ASSIGNMENT: Only one stretch of the data is wanted: the line containing "double e1_inverse(double target)", the line containing "for (std::size_t p", and every line between them, copied exactly.
──────────
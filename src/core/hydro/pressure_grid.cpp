#include "core/hydro/pressure_grid.hpp"

#include <Eigen/Dense>
#include <algorithm>
#include <boost/math/special_functions/expint.hpp>
#include <cmath>
#include <numeric>
#include <sstream>
#include <string>

#include "core/errors.hpp"

namespace slipscreen::hydro {
namespace {

// max|f⁗(s)| ≤ 16 I C max|q| with I = ∫₀^∞ e^{−x} |x³ − 6x² + 7x − 1| dx (see the header), and
// the cubic Hermite error factor 1/384: |f − H| ≤ kHermiteFactor · h⁴ · C max|q|.
constexpr double kHermiteFactor = 16.0 * kProfileFourthDerivativeIntegral / 384.0;
constexpr std::size_t kTile = 16;        // pixels per tile side
constexpr std::size_t kStepChunk = 256;  // union steps per matrix product in the table build

using RowMatrix = Eigen::Matrix<double, Eigen::Dynamic, Eigen::Dynamic, Eigen::RowMajor>;

// E1 for a batch of arguments (placeholder until the project's well function is merged).
void e1_batch(const double* u, double* out, std::size_t n) {
  for (std::size_t i = 0; i < n; ++i)
    out[i] = u[i] > 700.0 ? 0.0 : boost::math::expint(1, u[i]);
}
double e1(double u) { return u > 700.0 ? 0.0 : boost::math::expint(1, u); }

std::string str(double v) {
  std::ostringstream s;
  s.precision(17);
  s << v;
  return s.str();
}

void validate_geometry(const GridGeometry& g) {
  auto finite = [](double v) { return std::isfinite(v); };
  if (!finite(g.origin_x)) throw InputError("origin_x", str(g.origin_x), "a finite coordinate in m");
  if (!finite(g.origin_y)) throw InputError("origin_y", str(g.origin_y), "a finite coordinate in m");
  if (!finite(g.cell_x) || g.cell_x <= 0.0)
    throw InputError("cell_x", str(g.cell_x), "a finite pixel width > 0 m");
  if (!finite(g.cell_y) || g.cell_y == 0.0)
    throw InputError("cell_y", str(g.cell_y), "a finite, non-zero pixel height in m (negative for north-up)");
  if (g.nx == 0 || g.ny == 0)
    throw InputError("size", std::to_string(g.nx) + "x" + std::to_string(g.ny), "at least 1x1 pixels");
}

void validate(const GridFormation& f, std::span<const GridSource> sources, std::span<const double> times) {
  auto finite = [](double v) { return std::isfinite(v); };
  if (!finite(f.prefactor) || f.prefactor <= 0.0)
    throw InputError("prefactor", str(f.prefactor), "a finite μ/(4π k h) > 0 Pa per m³/s");
  if (!finite(f.diffusivity) || f.diffusivity <= 0.0)
    throw InputError("diffusivity", str(f.diffusivity), "a finite diffusivity k/(μ φ c_t) > 0 m²/s");
  if (!finite(f.well_radius) || f.well_radius <= 0.0)
    throw InputError("well_radius", str(f.well_radius), "a finite well radius > 0 m");
  for (std::size_t w = 0; w < sources.size(); ++w) {
    const GridSource& s = sources[w];
    const std::string tag = "sources[" + std::to_string(w) + "].";
    if (!finite(s.x) || !finite(s.y))
      throw InputError(tag + "x/y", str(s.x) + " " + str(s.y), "finite coordinates in m");
    if (s.start.size() != s.rate.size())
      throw InputError(tag + "rate", std::to_string(s.rate.size()) + " values",
                       std::to_string(s.start.size()) + " values, one per step start");
    for (std::size_t j = 0; j < s.start.size(); ++j) {
      if (!finite(s.start[j]))
        throw InputError(tag + "start[" + std::to_string(j) + "]", str(s.start[j]), "a finite time in s");
      if (!finite(s.rate[j]))
        throw InputError(tag + "rate[" + std::to_string(j) + "]", str(s.rate[j]), "a finite rate in m³/s");
      if (j > 0 && !(s.start[j] > s.start[j - 1]))
        throw InputError(tag + "start[" + std::to_string(j) + "]", str(s.start[j]),
                         "a start later than the previous step's (" + str(s.start[j - 1]) +
                             " s): rate steps must be sorted and not overlap");
    }
  }
  for (std::size_t k = 0; k < times.size(); ++k)
    if (!finite(times[k])) throw InputError("times[" + std::to_string(k) + "]", str(times[k]), "a finite time in s");
}

// Σ_j Δq_j E1(r²/(4 D (t − τ_j))) for one source: the direct superposition in time.
double source_sum(const GridSource& s, double r2, double d, double t, std::vector<double>& u,
                  std::vector<double>& e) {
  std::size_t n = 0;
  while (n < s.start.size() && s.start[n] < t) ++n;
  if (n == 0) return 0.0;
  u.resize(n);
  e.resize(n);
  for (std::size_t j = 0; j < n; ++j) u[j] = r2 / (4.0 * d * (t - s.start[j]));
  e1_batch(u.data(), e.data(), n);
  double sum = 0.0, prev = 0.0;
  for (std::size_t j = 0; j < n; ++j) {
    sum += (s.rate[j] - prev) * e[j];
    prev = s.rate[j];
  }
  return sum;
}

// The u at which E1(u) = target (bisection on ln u; E1 is decreasing). Returns 0 when E1 never
// falls to the target... i.e. target ≥ E1(1e-300), and the underflow end when target ≤ 0.
double e1_inverse(double target) {
  if (target <= 0.0) return 710.0;
  double lo = std::log(1e-300), hi = std::log(705.0);
  if (e1(std::exp(lo)) <= target) return 0.0;
  for (int it = 0; it < 200 && hi - lo > 1e-13; ++it) {
    const double mid = 0.5 * (lo + hi);
    (e1(std::exp(mid)) > target ? lo : hi) = mid;
  }
  return std::exp(hi);  // E1(hi) ≤ target
}

// Per-(tile, source) accumulation: acc[p·nt + k] += Hermite interpolant of the source's
// profile tables at each pixel's ln r. Written once; compiled for AVX2+FMA and for the baseline.
struct TileJob {
  const double* px;       // pixel centre x, np values
  const double* py;       // pixel centre y
  std::size_t np;
  double sx, sy;          // source position
  double r2_min, r2_cut;  // clamp (r_w²) and cut-off radius² of the source
  double s0, inv_h;       // ln r_w and 1/h
  std::size_t nodes;      // profile nodes of the source (≥ 2)
  const double* table;    // nodes × (2 m): [f(t_k0..), h·f'(t_k0..)] per node, m = nt − k0
  std::size_t k0, nt;     // first output time (in the block) after the source's first step
  double* acc;            // np × nt
};

__attribute__((always_inline)) inline void accumulate_body(const TileJob& j) {
  const std::size_t nt = j.nt - j.k0, stride = 2 * nt;
  for (std::size_t p = 0; p < j.np; ++p) {
    const double dx = j.px[p] - j.sx, dy = j.py[p] - j.sy;
    const double r2 = dx * dx + dy * dy;
    if (r2 > j.r2_cut) continue;
    const double z = (0.5 * std::log(std::max(r2, j.r2_min)) - j.s0) * j.inv_h;
    std::size_t n = static_cast<std::size_t>(std::max(z, 0.0));
    if (n > j.nodes - 2) n = j.nodes - 2;
    const double th = std::min(z - double(n), 1.0);
    const double om = 1.0 - th;
    // Cubic Hermite basis on [0, 1]: h00, h10 (×h, folded into the table), h01, h11.
    const double w0 = (1.0 + 2.0 * th) * om * om, w1 = th * om * om;
    const double w2 = th * th * (3.0 - 2.0 * th), w3 = -th * th * om;
    const double* a = j.table + n * stride;
    const double* b = a + stride;
    double* out = j.acc + p * j.nt + j.k0;
#pragma omp simd
    for (std::size_t k = 0; k < nt; ++k)
      out[k] += w0 * a[k] + w1 * a[nt + k] + w2 * b[k] + w3 * b[nt + k];
  }
}

__attribute__((target("avx512f,avx512vl,avx2,fma"))) void accumulate_avx512(const TileJob& j) {
  accumulate_body(j);
}
__attribute__((target("avx2,fma"))) void accumulate_avx2(const TileJob& j) { accumulate_body(j); }
void accumulate_default(const TileJob& j) { accumulate_body(j); }

// Run-time dispatch on the CPU's vector units (the build itself stays portable x86-64).
using Kernel = void (*)(const TileJob&);
Kernel pick_kernel() {
  __builtin_cpu_init();
  const bool avx2 = __builtin_cpu_supports("avx2") && __builtin_cpu_supports("fma");
  if (avx2 && __builtin_cpu_supports("avx512f") && __builtin_cpu_supports("avx512vl")) return accumulate_avx512;
  if (avx2) return accumulate_avx2;
  return accumulate_default;
}
void accumulate(const TileJob& j) {
  static const Kernel kernel = pick_kernel();
  kernel(j);
}

PressureGrid empty_grid(const GridGeometry& g, std::span<const double> times) {
  PressureGrid out;
  out.geometry = g;
  out.times.assign(times.begin(), times.end());
  out.values.assign(g.nx * g.ny * times.size(), 0.0);
  return out;
}

}  // namespace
──────────
REPLY TO THE TASK:
double e1_inverse(double target) {
  if (target <= 0.0) return 710.0;
  double lo = std::log(1e-300), hi = std::log(705.0);
  if (e1(std::exp(lo)) <= target) return 0.0;
  for (int it = 0; it < 200 && hi - lo > 1e-13; ++it) {
    const double mid = 0.5 * (lo + hi);
    (e1(std::exp(mid)) > target ? lo : hi) = mid;
  }
  return std::exp(hi);  // E1(hi) ≤ target
}

// Per-(tile, source) accumulation: acc[p·nt + k] += Hermite interpolant of the source's
// profile tables at each pixel's ln r. Written once; compiled for AVX2+FMA and for the baseline.
struct TileJob {
  const double* px;       // pixel centre x, np values
  const double* py;       // pixel centre y
  std::size_t np;
  double sx, sy;          // source position
  double r2_min, r2_cut;  // clamp (r_w²) and cut-off radius² of the source
  double s0, inv_h;       // ln r_w and 1/h
  std::size_t nodes;      // profile nodes of the source (≥ 2)
  const double* table;    // nodes × (2 m): [f(t_k0..), h·f'(t_k0..)] per node, m = nt − k0
  std::size_t k0, nt;     // first output time (in the block) after the source's first step
  double* acc;            // np × nt
};

__attribute__((always_inline)) inline void accumulate_body(const TileJob& j) {
  const std::size_t nt = j.nt - j.k0, stride = 2 * nt;
  for (std::size_t p = 0; p < j.np; ++p) {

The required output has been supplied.